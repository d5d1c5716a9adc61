import type { HostCalls } from '../../core/protocol/messages';
import { fileTypes, leadsOverLink } from './linkCheck';

/** The part of `workspace.fs` that reading needs, by addresses as texts. */
export interface FolderReader {
  stat(address: string): PromiseLike<{ type: number; size: number; mtime: number }>;
  list(address: string): PromiseLike<readonly (readonly [string, number])[]>;
  read(address: string): PromiseLike<Uint8Array>;
  /** The address of a path below one. */
  join(address: string, path: string): string;
  missing(error: unknown): boolean;
}

/** Bytes at most of a file that must be read whole. */
export const largestWhole = 64 * 1024 * 1024;

/** Milliseconds that a folder's listing is used again: a document asks for several files at once. */
const listingLasts = 1000;

/** Answers the worker for roots that it cannot read itself. */
export function hostCalls(reader: FolderReader, now: () => number = Date.now): HostCalls {
  const listings = new Map<string, { at: number; entries: ReturnType<FolderReader['list']> }>();
  const list = (address: string) => {
    const known = listings.get(address);
    if (known !== undefined && now() - known.at < listingLasts) return known.entries;
    const entries = reader.list(address);
    if (listings.size > 50) listings.clear();
    listings.set(address, { at: now(), entries });
    return entries;
  };
  /** Also asked before reading: what was a file may be a link by then. */
  const leaves = async (uri: string, path: string): Promise<boolean> =>
    path.split(/[\\/]/).includes('..') || leadsOverLink((folder) => list(reader.join(uri, folder)), path);
  return {
    async stat({ uri, path }) {
      if (await leaves(uri, path)) return 'outside';
      try {
        const { type, size, mtime } = await reader.stat(reader.join(uri, path));
        if ((type & fileTypes.link) !== 0) return 'outside';
        if ((type & fileTypes.file) === 0) return 'not-a-file';
        if (size > largestWhole) return 'too-large';
        return { size, stamp: `${mtime} ${size}` };
      } catch (error) {
        return reader.missing(error) ? 'missing' : 'unreadable';
      }
    },
    async read({ uri, path }) {
      if (await leaves(uri, path)) throw new Error(`${path} leaves its root`);
      const bytes = await reader.read(reader.join(uri, path));
      // On a Node host this is a Buffer, perhaps of a shared pool.
      return new Uint8Array(bytes);
    },
  };
}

§ WHAT THE TASK ASKS
Print exactly the lines from the one with "if ((type & fileTypes.file)" through the end of the data, inclusive.

§ COMPLETED TASK
        if ((type & fileTypes.file) === 0) return 'not-a-file';
        if (size > largestWhole) return 'too-large';
        return { size, stamp: `${mtime} ${size}` };
      } catch (error) {
        return reader.missing(error) ? 'missing' : 'unreadable';
      }
    },
    async read({ uri, path }) {
      if (await leaves(uri, path)) throw new Error(`${path} leaves its root`);
      const bytes = await reader.read(reader.join(uri, path));
      // On a Node host this is a Buffer, perhaps of a shared pool.
      return new Uint8Array(bytes);
    },
  };
}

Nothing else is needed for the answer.